** Try it **
All of the data is to be set down again without alteration.

** Data for analysis **
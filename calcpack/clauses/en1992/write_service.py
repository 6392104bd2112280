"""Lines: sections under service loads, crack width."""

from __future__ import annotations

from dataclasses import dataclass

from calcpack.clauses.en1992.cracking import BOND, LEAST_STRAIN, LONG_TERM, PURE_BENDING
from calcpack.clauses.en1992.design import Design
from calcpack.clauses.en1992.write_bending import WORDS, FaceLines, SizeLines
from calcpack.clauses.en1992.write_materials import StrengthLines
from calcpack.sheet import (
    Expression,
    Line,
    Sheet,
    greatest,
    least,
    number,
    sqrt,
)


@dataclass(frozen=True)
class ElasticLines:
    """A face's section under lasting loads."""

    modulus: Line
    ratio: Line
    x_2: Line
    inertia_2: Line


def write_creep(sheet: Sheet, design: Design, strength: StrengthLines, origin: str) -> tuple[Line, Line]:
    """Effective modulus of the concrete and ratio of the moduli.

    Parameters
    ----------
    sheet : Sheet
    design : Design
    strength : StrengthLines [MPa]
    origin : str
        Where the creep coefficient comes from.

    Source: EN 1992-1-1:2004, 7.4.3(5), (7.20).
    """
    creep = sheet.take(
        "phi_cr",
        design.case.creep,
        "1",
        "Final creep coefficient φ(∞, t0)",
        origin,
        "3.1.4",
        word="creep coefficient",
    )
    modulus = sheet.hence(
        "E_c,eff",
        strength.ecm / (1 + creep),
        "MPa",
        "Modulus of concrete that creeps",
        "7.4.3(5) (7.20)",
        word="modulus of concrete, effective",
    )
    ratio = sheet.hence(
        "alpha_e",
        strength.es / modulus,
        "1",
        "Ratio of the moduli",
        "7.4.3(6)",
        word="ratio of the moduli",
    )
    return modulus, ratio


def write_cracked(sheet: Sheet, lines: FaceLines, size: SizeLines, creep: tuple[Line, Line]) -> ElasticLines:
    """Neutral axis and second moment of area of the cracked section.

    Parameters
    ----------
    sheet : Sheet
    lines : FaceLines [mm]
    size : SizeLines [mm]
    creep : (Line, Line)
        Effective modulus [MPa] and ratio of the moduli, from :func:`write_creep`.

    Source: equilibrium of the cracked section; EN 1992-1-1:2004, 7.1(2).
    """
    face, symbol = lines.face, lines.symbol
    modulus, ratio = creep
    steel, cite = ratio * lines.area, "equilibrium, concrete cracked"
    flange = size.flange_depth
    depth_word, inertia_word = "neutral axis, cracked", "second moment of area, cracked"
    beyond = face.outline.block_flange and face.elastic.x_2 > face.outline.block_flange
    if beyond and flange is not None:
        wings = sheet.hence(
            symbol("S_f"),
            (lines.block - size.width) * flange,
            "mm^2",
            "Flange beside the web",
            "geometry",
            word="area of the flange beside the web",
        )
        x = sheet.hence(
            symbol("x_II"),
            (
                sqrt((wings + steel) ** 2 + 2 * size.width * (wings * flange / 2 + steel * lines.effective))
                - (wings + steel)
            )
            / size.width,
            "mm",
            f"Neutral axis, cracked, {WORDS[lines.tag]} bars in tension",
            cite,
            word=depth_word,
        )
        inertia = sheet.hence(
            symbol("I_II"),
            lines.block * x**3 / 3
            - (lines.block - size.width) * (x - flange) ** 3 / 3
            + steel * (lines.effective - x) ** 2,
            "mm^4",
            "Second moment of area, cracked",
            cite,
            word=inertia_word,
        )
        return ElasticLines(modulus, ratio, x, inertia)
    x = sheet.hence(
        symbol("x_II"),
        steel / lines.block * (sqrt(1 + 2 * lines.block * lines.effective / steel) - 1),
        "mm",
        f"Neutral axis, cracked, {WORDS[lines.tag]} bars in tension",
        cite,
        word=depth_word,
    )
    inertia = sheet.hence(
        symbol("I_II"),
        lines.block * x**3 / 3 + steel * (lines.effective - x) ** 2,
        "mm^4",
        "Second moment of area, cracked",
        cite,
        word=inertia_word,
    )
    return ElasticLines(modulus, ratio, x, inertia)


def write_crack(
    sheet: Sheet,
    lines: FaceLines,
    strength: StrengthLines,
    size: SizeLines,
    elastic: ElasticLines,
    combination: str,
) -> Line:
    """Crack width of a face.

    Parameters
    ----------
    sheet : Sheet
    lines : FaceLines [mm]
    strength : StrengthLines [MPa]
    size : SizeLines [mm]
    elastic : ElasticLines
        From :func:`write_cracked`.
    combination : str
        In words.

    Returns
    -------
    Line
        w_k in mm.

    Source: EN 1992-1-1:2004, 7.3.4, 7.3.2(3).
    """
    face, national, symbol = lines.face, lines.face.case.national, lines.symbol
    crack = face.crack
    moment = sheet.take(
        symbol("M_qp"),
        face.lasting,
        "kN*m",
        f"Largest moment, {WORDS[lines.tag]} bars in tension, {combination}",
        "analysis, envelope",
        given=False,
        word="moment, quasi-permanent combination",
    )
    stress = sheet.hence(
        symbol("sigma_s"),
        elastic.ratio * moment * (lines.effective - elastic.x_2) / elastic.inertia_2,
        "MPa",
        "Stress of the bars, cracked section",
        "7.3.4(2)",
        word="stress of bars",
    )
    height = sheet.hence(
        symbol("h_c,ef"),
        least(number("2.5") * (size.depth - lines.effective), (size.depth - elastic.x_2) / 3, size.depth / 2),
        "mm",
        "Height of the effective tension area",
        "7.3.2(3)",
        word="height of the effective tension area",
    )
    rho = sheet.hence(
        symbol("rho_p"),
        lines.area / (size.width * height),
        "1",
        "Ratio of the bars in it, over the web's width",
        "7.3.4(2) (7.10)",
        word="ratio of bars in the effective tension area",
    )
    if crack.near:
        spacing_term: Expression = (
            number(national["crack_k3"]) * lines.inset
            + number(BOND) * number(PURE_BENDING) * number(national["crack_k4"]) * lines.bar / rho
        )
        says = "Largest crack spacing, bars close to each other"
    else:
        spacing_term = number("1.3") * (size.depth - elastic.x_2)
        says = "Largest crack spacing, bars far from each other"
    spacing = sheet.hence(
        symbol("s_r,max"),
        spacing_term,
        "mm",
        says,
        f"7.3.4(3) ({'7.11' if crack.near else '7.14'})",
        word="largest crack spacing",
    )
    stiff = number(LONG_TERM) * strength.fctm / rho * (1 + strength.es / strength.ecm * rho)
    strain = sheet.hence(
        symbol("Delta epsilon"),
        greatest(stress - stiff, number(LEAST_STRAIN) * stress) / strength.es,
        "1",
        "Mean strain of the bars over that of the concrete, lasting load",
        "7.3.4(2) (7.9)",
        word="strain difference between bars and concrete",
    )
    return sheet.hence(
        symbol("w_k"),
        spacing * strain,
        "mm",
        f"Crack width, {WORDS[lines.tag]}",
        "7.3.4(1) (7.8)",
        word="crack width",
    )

** Solution to the problem **
filename calcpack/clauses/en1992/write_service.py
repository 6392104bd2112280
"""Lines: sections under service loads, crack width."""

from __future__ import annotations

from dataclasses import dataclass

from calcpack.clauses.en1992.cracking import BOND, LEAST_STRAIN, LONG_TERM, PURE_BENDING
from calcpack.clauses.en1992.design import Design
from calcpack.clauses.en1992.write_bending import WORDS, FaceLines, SizeLines
from calcpack.clauses.en1992.write_materials import StrengthLines
from calcpack.sheet import (
    Expression,
    Line,
    Sheet,
    greatest,
    least,
    number,
    sqrt,
)


@dataclass(frozen=True)
class ElasticLines:
    """A face's section under lasting loads."""

    modulus: Line
    ratio: Line
    x_2: Line
    inertia_2: Line


def write_creep(sheet: Sheet, design: Design, strength: StrengthLines, origin: str) -> tuple[Line, Line]:
    """Effective modulus of the concrete and ratio of the moduli.

    Parameters
    ----------
    sheet : Sheet
    design : Design
    strength : StrengthLines [MPa]
    origin : str
        Where the creep coefficient comes from.

    Source: EN 1992-1-1:2004, 7.4.3(5), (7.20).
    """
    creep = sheet.take(
        "phi_cr",
        design.case.creep,
        "1",
        "Final creep coefficient φ(∞, t0)",
        origin,
        "3.1.4",
        word="creep coefficient",
    )
    modulus = sheet.hence(
        "E_c,eff",
        strength.ecm / (1 + creep),
        "MPa",
        "Modulus of concrete that creeps",
        "7.4.3(5) (7.20)",
        word="modulus of concrete, effective",
    )
    ratio = sheet.hence(
        "alpha_e",
        strength.es / modulus,
        "1",
        "Ratio of the moduli",
        "7.4.3(6)",
        word="ratio of the moduli",
    )
    return modulus, ratio


def write_cracked(sheet: Sheet, lines: FaceLines, size: SizeLines, creep: tuple[Line, Line]) -> ElasticLines:
    """Neutral axis and second moment of area of the cracked section.

    Parameters
    ----------
    sheet : Sheet
    lines : FaceLines [mm]
    size : SizeLines [mm]
    creep : (Line, Line)
        Effective modulus [MPa] and ratio of the moduli, from :func:`write_creep`.

    Source: equilibrium of the cracked section; EN 1992-1-1:2004, 7.1(2).
    """
    face, symbol = lines.face, lines.symbol
    modulus, ratio = creep
    steel, cite = ratio * lines.area, "equilibrium, concrete cracked"
    flange = size.flange_depth
    depth_word, inertia_word = "neutral axis, cracked", "second moment of area, cracked"
    beyond = face.outline.block_flange and face.elastic.x_2 > face.outline.block_flange
    if beyond and flange is not None:
        wings = sheet.hence(
            symbol("S_f"),
            (lines.block - size.width) * flange,
            "mm^2",
            "Flange beside the web",
            "geometry",
            word="area of the flange beside the web",
        )
        x = sheet.hence(
            symbol("x_II"),
            (
                sqrt((wings + steel) ** 2 + 2 * size.width * (wings * flange / 2 + steel * lines.effective))
                - (wings + steel)
            )
            / size.width,
            "mm",
            f"Neutral axis, cracked, {WORDS[lines.tag]} bars in tension",
            cite,
            word=depth_word,
        )
        inertia = sheet.hence(
            symbol("I_II"),
            lines.block * x**3 / 3
            - (lines.block - size.width) * (x - flange) ** 3 / 3
            + steel * (lines.effective - x) ** 2,
            "mm^4",
            "Second moment of area, cracked",
            cite,
            word=inertia_word,
        )
        return ElasticLines(modulus, ratio, x, inertia)
    x = sheet.hence(
        symbol("x_II"),
        steel / lines.block * (sqrt(1 + 2 * lines.block * lines.effective / steel) - 1),
        "mm",
        f"Neutral axis, cracked, {WORDS[lines.tag]} bars in tension",
        cite,
        word=depth_word,
    )
    inertia = sheet.hence(
        symbol("I_II"),
        lines.block * x**3 / 3 + steel * (lines.effective - x) ** 2,
        "mm^4",
        "Second moment of area, cracked",
        cite,
        word=inertia_word,
    )
    return ElasticLines(modulus, ratio, x, inertia)


def write_crack(
    sheet: Sheet,
    lines: FaceLines,
    strength: StrengthLines,
    size: SizeLines,
    elastic: ElasticLines,
    combination: str,
) -> Line:
    """Crack width of a face.

    Parameters
    ----------
    sheet : Sheet
    lines : FaceLines [mm]
    strength : StrengthLines [MPa]
    size : SizeLines [mm]
    elastic : ElasticLines
        From :func:`write_cracked`.
    combination : str
        In words.

    Returns
    -------
    Line
        w_k in mm.

    Source: EN 1992-1-1:2004, 7.3.4, 7.3.2(3).
    """
    face, national, symbol = lines.face, lines.face.case.national, lines.symbol
    crack = face.crack
    moment = sheet.take(
        symbol("M_qp"),
        face.lasting,
        "kN*m",
        f"Largest moment, {WORDS[lines.tag]} bars in tension, {combination}",
        "analysis, envelope",
        given=False,
        word="moment, quasi-permanent combination",
    )
    stress = sheet.hence(
        symbol("sigma_s"),
        elastic.ratio * moment * (lines.effective - elastic.x_2) / elastic.inertia_2,
        "MPa",
        "Stress of the bars, cracked section",
        "7.3.4(2)",
        word="stress of bars",
    )
    height = sheet.hence(
        symbol("h_c,ef"),
        least(number("2.5") * (size.depth - lines.effective), (size.depth - elastic.x_2) / 3, size.depth / 2),
        "mm",
        "Height of the effective tension area",
        "7.3.2(3)",
        word="height of the effective tension area",
    )
    rho = sheet.hence(
        symbol("rho_p"),
        lines.area / (size.width * height),
        "1",
        "Ratio of the bars in it, over the web's width",
        "7.3.4(2) (7.10)",
        word="ratio of bars in the effective tension area",
    )
    if crack.near:
        spacing_term: Expression = (
            number(national["crack_k3"]) * lines.inset
            + number(BOND) * number(PURE_BENDING) * number(national["crack_k4"]) * lines.bar / rho
        )
        says = "Largest crack spacing, bars close to each other"
    else:
        spacing_term = number("1.3") * (size.depth - elastic.x_2)
        says = "Largest crack spacing, bars far from each other"
    spacing = sheet.hence(
        symbol("s_r,max"),
        spacing_term,
        "mm",
        says,
        f"7.3.4(3) ({'7.11' if crack.near else '7.14'})",
        word="largest crack spacing",
    )
    stiff = number(LONG_TERM) * strength.fctm / rho * (1 + strength.es / strength.ecm * rho)
    strain = sheet.hence(
        symbol("Delta epsilon"),
        greatest(stress - stiff, number(LEAST_STRAIN) * stress) / strength.es,
        "1",
        "Mean strain of the bars over that of the concrete, lasting load",
        "7.3.4(2) (7.9)",
        word="strain difference between bars and concrete",
    )
    return sheet.hence(
        symbol("w_k"),
        spacing * strain,
        "mm",
        f"Crack width, {WORDS[lines.tag]}",
        "7.3.4(1) (7.8)",
        word="crack width",
    )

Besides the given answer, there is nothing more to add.